TASK TO CARRY OUT —
Transcribe exactly the lines that fall between the one holding "top, width: right" and the one holding "if (primitive.type === 'text')", inclusive, from the entries below.

SOURCE MATERIAL —
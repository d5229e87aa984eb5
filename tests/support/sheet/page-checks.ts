import type { Box, DrawnPage, Primitive, RingPrimitive, TextPrimitive } from '#shared/sheet/primitives.js';
import { lineBoxes } from '#shared/sheet/text-layout.js';
import { TYPE_FLOORS_PT } from '#shared/sheet/type-floors.js';

/** What an office printer leaves blank is 3 to 5 mm; the boards keep 7.5 mm free. */
export const SAFE_MARGIN_MM = 7.5;
/** Rounding of coordinates to a tenth of a micrometre, several of them added up. */
const TOUCH_MM = 0.01;

export function rings(pages: readonly DrawnPage[]): RingPrimitive[] {
  return pages.flatMap((page) => page.primitives.filter((primitive) => primitive.type === 'ring'));
}

export function texts(pages: readonly DrawnPage[]): TextPrimitive[] {
  return pages.flatMap((page) => page.primitives.filter((primitive) => primitive.type === 'text'));
}

export function allWords(pages: readonly DrawnPage[]): string {
  return texts(pages)
    .flatMap((text) => text.lines.map((line) => line.text))
    .join('\n');
}

/** The ground a primitive's ink can cover. */
export function boundsOf(primitive: Primitive): Box {
  switch (primitive.type) {
    case 'text':
    case 'rect':
      return primitive.type === 'text' ? primitive.box : primitive;
    case 'ring':
    case 'disc': {
      const reach = primitive.radius + primitive.strokeMm / 2;
      return box(primitive.cx - reach, primitive.cy - reach, primitive.cx + reach, primitive.cy + reach);
    }
    case 'diamond': {
      const { cx, cy, reach } = primitive;
      return box(cx - reach, cy - reach, cx + reach, cy + reach);
    }
    case 'icon':
      return { x: primitive.x, y: primitive.y, width: primitive.size, height: primitive.size };
    case 'line': {
      const { x1, y1, x2, y2 } = primitive;
      return box(Math.min(x1, x2), Math.min(y1, y2), Math.max(x1, x2), Math.max(y1, y2));
    }
    case 'scale-bar': {
      const half = primitive.tickLength / 2;
      return primitive.axis === 'across'
        ? box(primitive.x, primitive.y - half, primitive.x + primitive.length, primitive.y + half)
        : box(primitive.x - half, primitive.y, primitive.x + half, primitive.y + primitive.length);
    }
  }
}

function box(left: number, top: number, right: number, bottom: number): Box {
  return { x: left, y: top, width: right - left, height: bottom - top };
}

export function overlap(a: Box, b: Box): boolean {
  return (
    a.x + a.width - b.x > TOUCH_MM &&
    b.x + b.width - a.x > TOUCH_MM &&
    a.y + a.height - b.y > TOUCH_MM &&
    b.y + b.height - a.y > TOUCH_MM
  );
}

/** Sentences about everything that breaks a rule of the page; none on a good page. */
export function faultsOf(page: DrawnPage): string[] {
  const faults: string[] = [];
  const words: { box: Box; text: string; owner: number }[] = [];
  page.primitives.forEach((primitive, index) => {
    const bounds = boundsOf(primitive);
    if (
      bounds.x < SAFE_MARGIN_MM - TOUCH_MM ||
      bounds.y < SAFE_MARGIN_MM - TOUCH_MM ||
      bounds.x + bounds.width > page.width - SAFE_MARGIN_MM + TOUCH_MM ||
      bounds.y + bounds.height > page.height - SAFE_MARGIN_MM + TOUCH_MM
    ) {
      faults.push(
        `${page.name}: ${primitive.type} ${nameOf(primitive)} leaves the page: ${JSON.stringify(bounds)}`,
      );
    }
    if (primitive.type !== 'text') return;
    if (primitive.sizePt < TYPE_FLOORS_PT[primitive.role]) {
      faults.push(`${page.name}: ${primitive.role} at ${primitive.sizePt} pt`);
    }
    if (primitive.role === 'watermark') return;
    lineBoxes(primitive).forEach((line, at) => {
      words.push({ box: line, text: primitive.lines[at]?.text ?? '', owner: index });
    });
  });
  const holes = page.primitives.filter((primitive) => primitive.type === 'ring');
  words.forEach((word, index) => {
    for (const other of words.slice(index + 1)) {
      if (other.owner !== word.owner && overlap(word.box, other.box)) {
        faults.push(`${page.name}: "${word.text}" and "${other.text}" overlap`);
      }
    }
    for (const hole of holes) {
      if (overlap(word.box, boundsOf(hole)))
        faults.push(`${page.name}: "${word.text}" meets hole ${hole.date}`);
    }
  });
  return faults;
}

function nameOf(primitive: Primitive): string {
  if (primitive.type === 'text') return `"${primitive.lines[0]?.text ?? ''}"`;
  return 'role' in primitive ? primitive.role : '';
}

ANSWER BELOW —
  return { x: left, y: top, width: right - left, height: bottom - top };
}

export function overlap(a: Box, b: Box): boolean {
  return (
    a.x + a.width - b.x > TOUCH_MM &&
    b.x + b.width - a.x > TOUCH_MM &&
    a.y + a.height - b.y > TOUCH_MM &&
    b.y + b.height - a.y > TOUCH_MM
  );
}

/** Sentences about everything that breaks a rule of the page; none on a good page. */
export function faultsOf(page: DrawnPage): string[] {
  const faults: string[] = [];
  const words: { box: Box; text: string; owner: number }[] = [];
  page.primitives.forEach((primitive, index) => {
    const bounds = boundsOf(primitive);
    if (
      bounds.x < SAFE_MARGIN_MM - TOUCH_MM ||
      bounds.y < SAFE_MARGIN_MM - TOUCH_MM ||
      bounds.x + bounds.width > page.width - SAFE_MARGIN_MM + TOUCH_MM ||
      bounds.y + bounds.height > page.height - SAFE_MARGIN_MM + TOUCH_MM
    ) {
      faults.push(
        `${page.name}: ${primitive.type} ${nameOf(primitive)} leaves the page: ${JSON.stringify(bounds)}`,
      );
    }
    if (primitive.type !== 'text') return;
    if (primitive.sizePt < TYPE_FLOORS_PT[primitive.role]) {
      faults.push(`${page.name}: ${primitive.role} at ${primitive.sizePt} pt`);
    }
    if (primitive.role === 'watermark') return;
    lineBoxes(primitive).forEach((line, at) => {
      words.push({ box: line, text: primitive.lines[at]?.text ?? '', owner: index });
    });
  });
  const holes = page.primitives.filter((primitive) => primitive.type === 'ring');
  words.forEach((word, index) => {
    for (const other of words.slice(index + 1)) {
      if (other.owner !== word.owner && overlap(word.box, other.box)) {
        faults.push(`${page.name}: "${word.text}" and "${other.text}" overlap`);
      }
    }
    for (const hole of holes) {
      if (overlap(word.box, boundsOf(hole)))
        faults.push(`${page.name}: "${word.text}" meets hole ${hole.date}`);
    }
  });
  return faults;
}

function nameOf(primitive: Primitive): string {
  if (primitive.type === 'text') return `"${primitive.lines[0]?.text ?? ''}"`;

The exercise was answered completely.